A night of Welsh defiance featuring the Newport Gwent Dragons in their finest 'they-shall-not-pass' mood, allied to Ashton Hewitt's status as a matchwinning wing, proved too much for a Leinster team decimated by Six Nations call-ups.
Their losing bonus point vanished with Jason Tovey's last penalty, the fly-half going through the card to deny Leinster the point that would have put them back on top. Tovey's try, conversion, drop goal and penalties made him the first in the GUINNESS PRO12 this season to do so.
Ulster made the most of their trip to Treviso, seizing all five points on what proved to be an auspicious occasion - the accomplished Stuart Olding making his first GUINNESS PRO12 appearance since rupturing knee ligaments late last season.
While Munster settled for one point fewer against Zebre, Gregor Townsend's defending champions, heavily depleted by Scotland demands, rounded off the weekend with the first GUINNESS PRO12 draw of the season.
The Warriors had been on course to complete a hat-trick of wins in Wales following those in Cardiff and at Parc y Scarlets in the Champions' Cup until Ospreys' full back Dan Evans struck near the end.
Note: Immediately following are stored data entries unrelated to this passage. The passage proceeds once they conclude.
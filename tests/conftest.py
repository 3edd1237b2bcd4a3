"""Shared fixtures: the synthetic study, generated and processed once per session, and a
seeded random generator."""
import shutil

import numpy as np
import pytest


@pytest.fixture
def rng():
    """A fresh generator with a fixed seed for every test (a module may override it)."""
    return np.random.default_rng(20240611)


@pytest.fixture(scope="session")
def processed_study(tmp_path_factory):
    """The test-size Alder/Birch/Cedar study, processed with two workers.

    Returns (study, summaries). Tests must not modify these files; copy them first.
    """
    from heschl.batch import run_study
    from heschl.config import load_study
    from heschl.synth import make_study

    root = tmp_path_factory.mktemp("study")
    study = load_study(make_study(root, size="test"))
    summaries = run_study(study, jobs=2)
    return study, summaries


@pytest.fixture
def study_copy(processed_study, tmp_path):
    """A private copy of the processed study (raw files and outputs)."""
    from heschl.config import load_study

    study, _ = processed_study
    shutil.copytree(study.root, tmp_path / "study")
    return load_study(tmp_path / "study" / "study.toml")
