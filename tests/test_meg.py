"""MEG: per-sensor-type processing, end to end on the synthetic Dogwood recording, and units."""
import json

import numpy as np
import pytest

from heschl.adaptive import _distance_adjacency
from heschl.config import builtin_dir, load_feature_set, load_paradigm
from heschl.errors import DefinitionError, InputDataError
from heschl.features import Source, check_units
from heschl.outputs import recording_paths
from heschl.inputs import discover
from heschl.segment import reject


@pytest.fixture(scope="module")
def dogwood(processed_study):
    study, _ = processed_study
    recording = next(r for r in discover(study) if r.site == "dogwood")
    paths = recording_paths(study.output, recording)
    truth = json.loads((study.root / "truth.json").read_text())
    return {"study": study, "recording": recording, "paths": paths,
            "qc": json.loads(paths["qc"].read_text()),
            "provenance": json.loads(paths["provenance"].read_text()),
            "truth": next(t for t in truth["recordings"] if t["site"] == "dogwood")}


def test_meg_recording_runs_end_to_end_into_the_meg_folder(dogwood):
    # BIDS: MEG recordings live in the meg/ datatype folder of the subject.
    assert dogwood["paths"]["qc"].parent.name == "meg"
    assert all(p.exists() for p in dogwood["paths"].values())
    qc = dogwood["qc"]
    assert qc["datatype"] == "meg" and qc["verdict"] != "unusable"
    assert set(qc["channels"]["by_type"]) == {"mag", "grad"}
    assert qc["feature_sets"]["used"] == ["oddball-meg"]
    assert qc["feature_sets"]["not_applicable"]["oddball-core"].endswith("this recording has no EEG channel")
    assert qc["reference"]["reference"].startswith("none: no EEG channels")
    # Plus-minus SNR pooled within each sensor type, never across V and T.
    assert {"standard (MAG)", "standard (GRAD)", "deviant (MAG)", "deviant (GRAD)"} == set(qc["snr"])


def test_meg_rejection_learns_thresholds_per_sensor_type(dogwood):
    rejection = dogwood["provenance"]["steps"]["rejection"]
    assert rejection["method"] == "adaptive"
    assert set(rejection["n_interpolate"]) == set(rejection["consensus"]) == {"mag", "grad"}
    mags, grads = rejection["thresholds_ft"], rejection["thresholds_ft_per_cm"]
    assert all(name.endswith("1") for name in mags) and not any(name.endswith("1") for name in grads)
    # Magnetometer thresholds are hundreds to thousands of fT (mne's tutorials use 4000 fT
    # as a fixed limit; common practice); gradiometers tens to thousands of fT/cm.
    assert 100 < np.median(list(mags.values())) < 10000
    assert 10 < np.median(list(grads.values())) < 10000


def test_meg_bad_channels_are_found_per_type(dogwood):
    flagged = set(dogwood["qc"]["channels"]["bad"])
    injected = {b["channel"] for b in dogwood["truth"]["bad_channels"]}
    assert injected <= flagged and len(flagged - injected) <= 1
    reasons = dogwood["qc"]["channels"]["bad"]
    for name in injected:
        unit = "fT/cm" if not name.endswith("1") else "fT"
        assert f" {unit}" in reasons[name] or "unpredictable" in reasons[name]


def test_mismatch_field_is_recovered_within_its_interval(dogwood):
    """Recovery test of the synthetic scenario: the noise-free region mean of the generator
    lies inside the feature's 95 % bootstrap interval, and the sign is right."""
    import pandas as pd

    study = dogwood["study"]
    fs = next(f for a in study.analyses for f in a.feature_sets if f.name == "oddball-meg")
    table = pd.read_csv(dogwood["paths"]["features"], sep="\t").set_index("feature")
    expected = dogwood["truth"]["expected"]["mismatch_mean_field"]
    for feature, region, unit in (("mismatch_field_left_mag", "left_anterior_mag", "fT"),
                                  ("mismatch_field_right_mag", "right_anterior_mag", "fT"),
                                  ("mismatch_gradient_left", "left_temporal_grad", "fT/cm"),
                                  ("mismatch_gradient_right", "right_temporal_grad", "fT/cm")):
        truth = float(np.mean([expected[c] for c in fs.regions[region]]))
        row = table.loc[feature]
        assert row["unit"] == unit
        assert np.sign(row["value"]) == np.sign(truth), feature
        assert row["ci_low"] <= truth <= row["ci_high"], (feature, truth, row["ci_low"], row["ci_high"])


def test_meg_waveforms_carry_si_units_per_channel_type(dogwood):
    import xarray as xr

    name = next(n for n in dogwood["provenance"]["arrays"] if "waveforms" in n)
    with xr.open_dataset(dogwood["paths"]["qc"].parent / name) as ds:
        assert ds["average"].attrs["units"] == "V, T or T/m by channel_type"
        assert set(ds["channel_type"].values) == {"mag", "grad"}


# --- units, thresholds and definitions per sensor type ------------------------------------

PARADIGM = load_paradigm(builtin_dir("paradigms") / "oddball.toml")


def _source(types):
    names = [f"S{i}" for i in range(len(types))]
    data = {"standard": np.zeros((3, len(types), 10)), "deviant": np.zeros((3, len(types), 10))}
    return Source(data, np.arange(10) / 250.0, names, 250.0, PARADIGM, ch_types=types)


def _one_measure_file(path, region, **measure):
    """Write a feature set for the oddball paradigm: one region of channels S0, S1 and one
    measure on it (values written as JSON, which is valid TOML for texts, numbers and lists)."""
    lines = [f'name = "{path.stem}"', 'paradigm = "oddball"', "[regions]", f'{region} = ["S0", "S1"]',
             "[[measures]]"] + [f"{key} = {json.dumps(value)}" for key, value in dict(measure, region=region).items()]
    path.write_text("\n".join(lines) + "\n")
    return path


def test_a_unit_of_the_wrong_sensor_type_is_a_one_line_error(tmp_path):
    path = _one_measure_file(tmp_path / "meg-check.toml", "front", name="field", kind="mean-amplitude",
                             signal="mismatch", window=[0.0, 0.02])
    fs = load_feature_set(path, PARADIGM)
    with pytest.raises(DefinitionError, match=r'measure field reads region front, whose channels are MAG, but its '
                                              r'unit "uV" is for EEG; set unit = "fT"'):
        check_units(fs, _source(["mag", "mag"]))
    with pytest.raises(DefinitionError, match=r"region front mixes sensor types \(eeg, mag\).*split it"):
        check_units(fs, _source(["eeg", "mag"]))
    check_units(fs, _source(["eeg", "eeg"]))  # uV on EEG is right


def test_fixed_limits_are_per_sensor_type():
    # mne's tutorials reject at 4000 fT (magnetometers) and 4000 fT/cm (gradiometers); the
    # paradigm's defaults follow them (common practice).
    import dataclasses

    rejection = dataclasses.replace(PARADIGM.rejection, method="fixed", peak_to_peak=100e-6,
                                    peak_to_peak_meg={"mag": 4000e-15, "grad": 4000e-13})
    paradigm = dataclasses.replace(PARADIGM, rejection=rejection)
    x = np.zeros((3, 3, 10))
    x[0, 0, 5] = 150e-6        # EEG: 150 uV > 100 uV
    x[1, 1, 5] = 5000e-15      # magnetometer: 5000 fT > 4000 fT
    x[2, 2, 5] = 3000e-13      # gradiometer: 3000 fT/cm < 4000 fT/cm, kept
    entries = [{"condition": "standard", "onset_s": float(i), "kept": False, "reason": None, "index": i}
               for i in range(3)]
    arrays, entries, record = reject(x, np.arange(10) / 250.0, entries, ["E", "M", "G"], paradigm,
                                     types=["eeg", "mag", "grad"])
    assert [e["kept"] for e in entries] == [False, False, True]
    assert entries[0]["reason"] == "peak-to-peak: 150 uV > 100 uV at E"
    assert entries[1]["reason"] == "peak-to-peak: 5000 fT > 4000 fT at M"
    assert record["limits"] == {"eeg": "100 uV", "mag": "4000 fT", "grad": "4000 fT/cm"}


def test_meg_limits_are_read_from_the_paradigm(tmp_path):
    text = (builtin_dir("paradigms") / "clicktrain.toml").read_text()
    path = tmp_path / "p.toml"
    path.write_text(text.replace("[rejection]", "[rejection]\npeak_to_peak_ft = 3000.0", 1))
    paradigm = load_paradigm(path)
    assert paradigm.rejection.peak_to_peak_meg == {"mag": pytest.approx(3000e-15), "grad": pytest.approx(4000e-13)}
    import re

    text = re.sub(r"(?m)^peak_to_peak_uv.*$", "", text.replace('method = "fixed"', 'method = "none"'))
    path.write_text(text.replace("[rejection]", "[rejection]\npeak_to_peak_ft_per_cm = 3000.0", 1))
    with pytest.raises(DefinitionError, match=r'rejection.peak_to_peak_ft_per_cm: is only used with method = "fixed"'):
        load_paradigm(path)


def test_co_located_gradiometers_are_neighbours_and_do_not_set_the_scale():
    # Two planar gradiometers share each location; the distance rule must still link
    # neighbouring locations (1.5 x the median distance between locations).
    locations = np.array([[0.0, 0.0, 0.1], [0.03, 0.0, 0.1], [0.06, 0.0, 0.1], [0.2, 0.0, 0.1]])
    pos = np.repeat(locations, 2, axis=0)
    adj = _distance_adjacency(pos)
    assert adj[0, 1] and adj[0, 2] and adj[2, 4] and not adj[0, 4] and not adj[0, 6]


def test_an_meg_file_at_an_eeg_site_is_a_one_line_error(processed_study, tmp_path):
    import dataclasses

    from heschl.harmonise import harmonise, read_raw

    study, _ = processed_study
    recording = next(r for r in discover(study) if r.site == "dogwood")
    site = dataclasses.replace(study.sites["dogwood"], datatype="eeg")
    with pytest.raises(InputDataError, match=r'holds 138 MEG channels but site "dogwood" has datatype = "eeg"; '
                                             r'set sites.dogwood.datatype = "meg"'):
        harmonise(read_raw(recording.path), site, PARADIGM, study.common_channels, "x.fif")


def test_feature_sets_apply_by_sensor_modality_and_missing_channels_are_errors():
    import dataclasses

    from heschl.config import Analysis, FeatureSet
    from heschl.features import applicable

    fs = FeatureSet("mixed", "oddball", "", "mixed.toml", {"r": ("Fz", "MEG0111")}, {}, {}, ())
    with pytest.raises(InputDataError, match=r'x.fif: lacks channels MEG0111 of the regions of feature set "mixed"'):
        applicable(Analysis(PARADIGM, (fs,)), ["Fz", "Cz", "MEG0112"], "x.fif", {"eeg", "grad"})
    eeg = dataclasses.replace(fs, name="eeg", regions={"r": ("Fz", "Cz")})
    meg = dataclasses.replace(fs, name="meg", regions={"r": ("MEG0111",)})
    used, skipped = applicable(Analysis(PARADIGM, (eeg, meg)), ["Fz", "Cz"], "x.fif", {"eeg"})
    assert [f.name for f in used.feature_sets] == ["eeg"] and list(skipped) == ["meg"]
    assert skipped["meg"] == "its regions name MEG channels (MEG0111) and this recording has no MEG channel"
    # An EEG set on an EEG recording that lacks all its channels is an error, not a skip.
    with pytest.raises(InputDataError, match=r'lacks channels Cz, Fz of the regions of feature set "eeg"'):
        applicable(Analysis(PARADIGM, (eeg, meg)), ["Pz"], "x.fif", {"eeg"})
    with pytest.raises(InputDataError, match=r'no feature set of paradigm "oddball" reads its channels'):
        applicable(Analysis(PARADIGM, (meg,)), ["Fz"], "x.fif", {"eeg"})


def test_rms_combine_is_polarity_free_and_the_mean_cancels():
    # Definition (root mean square): two channels at +a and -a give a mean of 0 and an RMS of a.
    import dataclasses

    from heschl.features import MEASURES

    source = _source(["grad", "grad"])
    wave = np.zeros((2, 10))
    wave[0, 3:6], wave[1, 3:6] = 20e-13, -20e-13
    source.data["deviant"][:] = wave
    measure = next(m for m in load_feature_set(builtin_dir("features") / "oddball-meg.toml", PARADIGM).measures
                   if m.name == "mismatch_gradient_rms_left")
    regions = {"pair": ("S0", "S1")}
    window = (0.0, 0.036)
    rms = dataclasses.replace(measure, params=dict(measure.params, region="pair", window=window))
    mean = dataclasses.replace(rms, params=dict(rms.params, combine="mean"))
    assert MEASURES["mean-amplitude"](mean, source, regions, {}) == pytest.approx(0.0)
    expected = 20e-13 * 3 / 10  # RMS is 20e-13 on 3 of the 10 samples in the window
    assert MEASURES["mean-amplitude"](rms, source, regions, {}) == pytest.approx(expected)


def test_rms_with_negative_polarity_is_refused(tmp_path):
    path = _one_measure_file(tmp_path / "rms.toml", "pair", name="p", kind="peak-amplitude", signal="mismatch",
                             window=[0.1, 0.2], polarity="negative", combine="rms")
    with pytest.raises(DefinitionError, match=r'measures\[0\].polarity: a root mean square over channels is never '
                                              r'negative; use polarity = "positive" with combine = "rms"'):
        load_feature_set(path, PARADIGM)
His converted try proved enough to avert the imminent danger of a second successive GUINNESS PRO12 defeat on home soil following Leinster's emphatic win in Swansea earlier in the month.
Ulster and the Dragons have the stage all to themselves this week. A home win in Belfast on Friday night would put Ireland's northern province out on their own at the top, clear of Scarlets, Connacht and Leinster.
For Rory Best, it would be a suitably appropriate way for Ulster to mark their inestimable hooker's debut as captain of Ireland against Wales in Dublin on Sunday.